Por que lucrar com educação? Não bastam salários compatíveis com as funções exercidas? Por que alimentar o desejo de ganhar fortunas com educação, se existem inúmeras outras formas de investimento para buscar lucros? Educação e saúde jamais deveriam ser encarados como oportunidades de lucro. Isso porque nenhuma sociedade se sustenta sem saúde e educação.
Somente no ano fiscal de 2013-2014 a Universidade Stanford arrecadou quase um bilhão de dólares a partir de 82.300 doadores. Por quê? Porque esta universidade beneficia e é beneficiada por toda uma comunidade local e internacional que deseja ver esta instituição crescendo mais ainda em termos de influência e não de tamanho. E as universidade privadas de nosso país? Quais são os benefícios reais delas às comunidades locais e internacionais?
Certamente existem muitas instituições privadas de ensino superior no Brasil que promovem programas sociais relevantes.

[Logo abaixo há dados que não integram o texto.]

def launcher_rank_size() -> tuple[int, int | None] | None:
    """(rank, size) announced by an MPI launcher in the environment, None when there is none."""
    for rank_var, size_var in _LAUNCHER_ENV:
        if rank_var in os.environ:
            try:
                rank = int(os.environ[rank_var])
                size = int(os.environ[size_var]) if size_var and size_var in os.environ else None
            except ValueError:
                continue
            return rank, size
    return None


def mpi_world() -> MpiWorld | None:
    """The MPI world when this process is one of K > 1 MPI ranks, else None (run serially).

    Returns an ``idle`` world for the extra processes of a launcher when mpi4py cannot be imported (rank 0
    prints a warning and runs serially).  ``QMC_MPI=0`` never uses MPI, ``QMC_MPI=1`` always tries.
    """
    setting = os.environ.get("QMC_MPI", "").strip().lower()
    if setting in ("0", "no", "off", "false"):
        return None
    launched = launcher_rank_size()
    if launched is None and setting not in ("1", "yes", "on", "true"):
        return None
    try:
        from mpi4py import MPI
    except ImportError as exc:
        if launched is None:
            return None
        rank, size = launched
        if rank == 0:
            count = "?" if size is None else size
            print(f"warning: started by an MPI launcher ({count} processes) but mpi4py "
                  f"cannot be imported ({exc}); install it (pip extra 'mpi'). Rank 0 runs every task "
                  "serially; the other processes exit.", file=sys.stderr, flush=True)
            return None
        return MpiWorld(None, rank, size or 0, idle=True)
    comm = MPI.COMM_WORLD
    if comm.Get_size() < 2:
        return None
    return MpiWorld(comm, comm.Get_rank(), comm.Get_size())


def unit_cost(unit: list[Any], index: dict[str, Any] | None = None) -> float:
    """Estimated cost of a unit: sum over its tasks of (cells x beta) x (steps left)."""
    total = 0.0
    for t in unit:
        steps = t.sampling.warmup_steps + t.sampling.measure_steps
        done = int(index["tasks"].get(t.task_id, {}).get("steps_done", 0)) if index else 0
        total += task_weight(t) * max(steps - done, 0)
    return total


# ----------------------------------------------------------------------------------------------------------
# log lines of workers travel to rank 0


class _Buffer(logging.Handler):
    def __init__(self) -> None:
        super().__init__(logging.INFO)
        self.lines: list[tuple[int, str]] = []

    def emit(self, record: logging.LogRecord) -> None:
        try:
            stamp = time.strftime("%H:%M:%S", time.localtime(record.created)) + f".{int(record.msecs):03d}"
            self.lines.append((record.levelno, f"(at {stamp}) {record.getMessage()}"))
        except Exception:  # a broken log call must not break the task
            pass

    def take(self) -> list[tuple[int, str]]:
        out, self.lines = self.lines, []
        return out


def _outcome_dict(o: TaskOutcome) -> dict[str, Any]:
    return {"task_id": o.task_id, "status": o.status, "message": o.message, "bins_done": o.bins_done,
            "bins_total": o.bins_total, "steps_done": o.steps_done, "steps_total": o.steps_total,
            "seconds": o.seconds, "path": o.path}


def _poll_sleep(wait: float) -> float:
    time.sleep(wait)
    return min(wait * 1.5, _POLL_MAX)


# ----------------------------------------------------------------------------------------------------------
# rank 0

Mas qual seria o alcance de tais programas se essas instituições abrissem mão de seus lucros e fossem gerenciadas por comissões formadas por representantes dos principais segmentos sociais diretamente envolvidos, como ocorre em Stanford? Por um lado, o fim do lucro aumentaria consideravelmente a receita dessas instituições e, por outro, estimularia várias pessoas físicas e jurídicas a fazerem generosas doações, como forma de agradecimento. Não seriam apenas as pessoas institucionalmente vinculadas que vestiriam a camisa da instituição, mas também demais membros das comunidades local e internacional.

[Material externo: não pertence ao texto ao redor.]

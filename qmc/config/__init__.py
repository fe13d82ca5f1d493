"""Configuration: the TOML schema and parser, expressions of scan names, scan expansion, example templates."""

__all__: list[str] = []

Outra consequência natural do fim dos lucros seria a oferta de salários competitivos para professores, o que permitiria a contratação dos melhores docentes e pesquisadores. E, claro, haveria mais verbas para pesquisa e programas sociais.
Ou seja, pelo menos do ponto de vista tributário, há espaço para a criação e/ou manutenção de universidades privadas de destaque internacional em nosso país. Resta apenas saber se há espaço do ponto de vista social. Menos de 14% dos jovens bolsistas do Programa Ciência Sem Fronteiras do Governo Federal estão nas cem melhores universidades do mundo, de acordo com critérios da Times Higher Education. Ou seja, mesmo recebendo bolsas de estudos, nossos alunos de ensino superior ainda demonstram incompetência ou medo, quando o assunto é excelência. Por que, no início do Ciência Sem Fronteiras, tantos jovens procuraram instituições portuguesas? Por conta de dificuldades para lidar com idiomas estrangeiros. Isso é covardia e incompetência.
O que há de errado com as instituições privadas de ensino superior de nosso país? É o mesmo que há de errado no país inteiro: falta-nos visão, ambição e ousadia. Afinal, o que querem os empresários da rede privada de ensino superior? O objetivo é ganhar mais, fazendo menos; ou fazer mais e melhor, ganhando um salário digno?